Opini

Budaya Makan di Luar

Oleh: Sukanda Subrata
Penulis Lepas Cirebon/Alumni UPI

Agama Islam sudah mengajarkan kepada kita bagaimana tata cara dan tatakrama kehidupan sehari – hari, dari mulai hal terkecil hingga yang lebih luas. Misalnya tatakrama dalam kehidupan keluarga di rumah. Selanjutnya tata cara dan tarakrama kita sebut adab. Islam mengajarkan bagaimana adab kita dari mulai bangun pagi, siang, sore hingga tidur malam. Adab dari mulai ke luar rumah hingga masuk rumah kembali. Adab makan di rumah hingga masuk toilet semua diajarkan.Inilah bukti bahwa kasih sayang agama kepada kita baik melalui firman Allah maupun hadist Nabi Muhammad SAW, agar hidup kita lebih teratur.
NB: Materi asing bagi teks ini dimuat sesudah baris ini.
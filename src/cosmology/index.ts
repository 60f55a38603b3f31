export * from "./constants.js";
export * from "./distances.js";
Kali ini yang kita ulas adalah perihal tata cara makan di rumah, oleh karena akhir – akhir ini mulai banyak di antara kita yang mengabaikannya.Kita lebih senang makan di luar rumah, apakah di rumah makan, di warung nasi dan sebagainya, yang sepintas menunya lebih menggiurkan mengundang selera. Kita yakin di balik itu semua mengandung barokah yang mungkin kita tidak mengetahuinya.Di saat kita berkumpul, ayah ibu dan anak menghadapi hidangan yang sudah disiapkan. Maka ibulah yang membagi – bagikan makanan kepada alas masing masing. Kemudian ayah memimpin doa sebelum makan, alangkah indahnya suasana ini jika bisa dilaksanakan oleh keluarga kita. Namun karena berbagai kondisi kita terpaksa makan di rumah tanpa ayah. Ayah bekerja di luar kota atau ayah pulang kerja larust malam.Sebaliknya kita makan bersama tanpa kehadiran ibu karena sedang bekerja di luar negeri menjadi TKW.
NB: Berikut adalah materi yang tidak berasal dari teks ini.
/**
 * Step 4, flag: outlier peculiar velocities against the fitted flow (src/flow/outliers.ts), added as
 * outlier, outlier_score and outlier_reason; rows are never removed, and `valid` is left alone
 * (an outlier is a measurement to distrust, not a broken row). With a truth file, the injected
 * blunders found among the galaxies that have a distance are counted.
 */
import { stringColumn, hasColumn, withColumns } from "../../catalogue/columns.js";
import { recordStep } from "../../catalogue/meta.js";
import { flagOutliers, OUTLIER_NOT_USED, OUTLIER_UNSCORED } from "../../flow/outliers.js";
import { PeculiarError } from "../../errors.js";
import type { RunContext, StepOutcome } from "../runner.js";
import { saveTable, withTable, type PipelineState } from "../state.js";
import { flowRowsOfTable } from "../../flow/table.js";

export async function flagStep(ctx: RunContext<PipelineState>): Promise<StepOutcome> {
  const { state: s, plan } = ctx;
  const v = s.velocities;
  if (!v) throw new PeculiarError("step", "no velocities table");
  const f = plan.steps.flag;
  const rows = flowRowsOfTable(v.table, v.raDeg, v.decDeg, {}, v.file, false).rows;
  const r = flagOutliers(rows, {
    method: f.method,
    k: f.kappa,
    sigmaStar: f.sigmaStarKmS,
    cosmology: { h0: plan.steps.velocities.h0, omegaM: plan.steps.velocities.omegaM },
  });
  const n = v.table.numRows;
  const reason = new Array<string>(n);
  const what = f.method === "mad" ? "robust z" : "normalised residual";
  for (let i = 0; i < n; i++) {
    const c = r.code[i]!;
    reason[i] =
      r.outlier[i]! === 1
        ? `${what} ${r.score[i]!.toFixed(2)} beyond ${f.kappa} (${f.method}, iteration ${r.iteration[i]})`
        : c === OUTLIER_UNSCORED
          ? "not scored (no usable distance or velocity)"
          : c === OUTLIER_NOT_USED
            ? "not tested (invalid row)"
            : "";
  }
  const scoreNulls = Uint8Array.from(r.score, (x) => (Number.isFinite(x) ? 0 : 1));
  const meta = recordStep(new Map(v.table.schema.metadata), "flag", { method: f.method, k: f.kappa, sigmaStarKmS: f.sigmaStarKmS, iterations: r.iterations, converged: r.converged });
  const table = withColumns(
    v.table,
    [
      { name: "outlier", kind: "bool", values: r.outlier, meta: { description: `flagged as an outlier of the fitted flow (${f.method}, k = ${f.kappa}, sigma* = ${f.sigmaStarKmS} km/s)` } },
      { name: "outlier_score", kind: "float64", values: r.score, nulls: scoreNulls, meta: { description: `${what} against the fitted flow` } },
      { name: "outlier_reason", kind: "utf8", values: reason, meta: { description: "why the row is (or is not) an outlier" } },
    ],
    meta,
  );
  s.flagged = withTable(v, table);
  const numbers: Record<string, unknown> = {
    method: f.method,
    k: f.kappa,
    sigmaStarKmS: f.sigmaStarKmS,
    outliers: r.nOutliers,
    unscored: r.nUnscored,
    iterations: r.iterations,
    converged: r.converged,
  };
  // Injected blunders: ids of the distance catalogues (ALIAS_id columns from the combine step).
  if (s.truth) {
    const wanted = new Set(s.truth.blunders.ids);
    let present = 0;
    let found = 0;
    let other = 0;
    const idCols = s.matches.map((m) => `${m.alias}_id`).filter((c) => hasColumn(table, c)).map((c) => stringColumn(table, c));
    for (let i = 0; i < n; i++) {
      const isBlunder = idCols.some((col) => wanted.has(col[i] ?? ""));
      const scored = Number.isFinite(r.score[i]!);
      if (isBlunder && scored) present++;
      if (isBlunder && scored && r.outlier[i]) found++;
      if (!isBlunder && r.outlier[i]) other++;
    }
    numbers.blundersInjected = s.truth.blunders.count;
    numbers.blundersWithVelocity = present;
    numbers.blundersFlagged = found;
    numbers.otherFlagged = other;
  }
  const out = await saveTable(ctx.outDir, "04-flagged.arrow", table);
  return { outputs: [out], numbers };
}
Mungkin banyak juga pembaca yang merindukan makan bersama keluarga di rumah.Walaupun dengan lauk pauk sederhana, namun terasa lebih nikmat dibandingkan makan di rumah makan seorang diri. Kita bisa bersenda gurau dan canda mesra bersama orang-orang tercinta secara langsung.

Sangat disayangkan di saat banyak orang merindukan makan di rumah, akhir akhir ini banyak keluarga atau kelompok ibu – ibu yang sengaja makan di luar, di rumah makan dari kelas rendahan hingga kelas mahal.Biasanya kelompok ibu – ibu arisan,ibu ibu anggota senam, atau ibu ibu guru PAUD dan sebagainya.Begitu tiba di tempatnya, membuat status di HP ‘Alhamdulillah berada di rumah makan anu, semoga berkah’.Cuma sebatas itu.
Bukan maksud mengurusi orang lain, karena itu hak mereka, toh uang mereka.Boleh-boleh saja makan di luar, sesekali mengenal suasana baru.Tapi mbok ya pakailah etika sedikit, jangan urusan perut seperti itu diekspos di media massa.Ingat tidak semua orang senang dengan apa yang kita lakukan. Bisa jadi dari 10 orang, ada dua atau tiga orang yang tidak suka.
Apalagi jika kita seorang pendidik di PAUD atau TK, apa yang kita lakukan akan ditiru oleh siswa kita. Apalagi juga jika PAUD kita termasuk lembaga pendidikan Islam, kita harus menjunjung tinggi nilai-nilai keIslaman sejak dini kepada anak-anak.Termasuk tata cara makan harus dengan adab yang benar, tidak cekikikan.Makanan yang akan kita santap apakah makan yang halalan toyibah.Kita tidak tahu bukan?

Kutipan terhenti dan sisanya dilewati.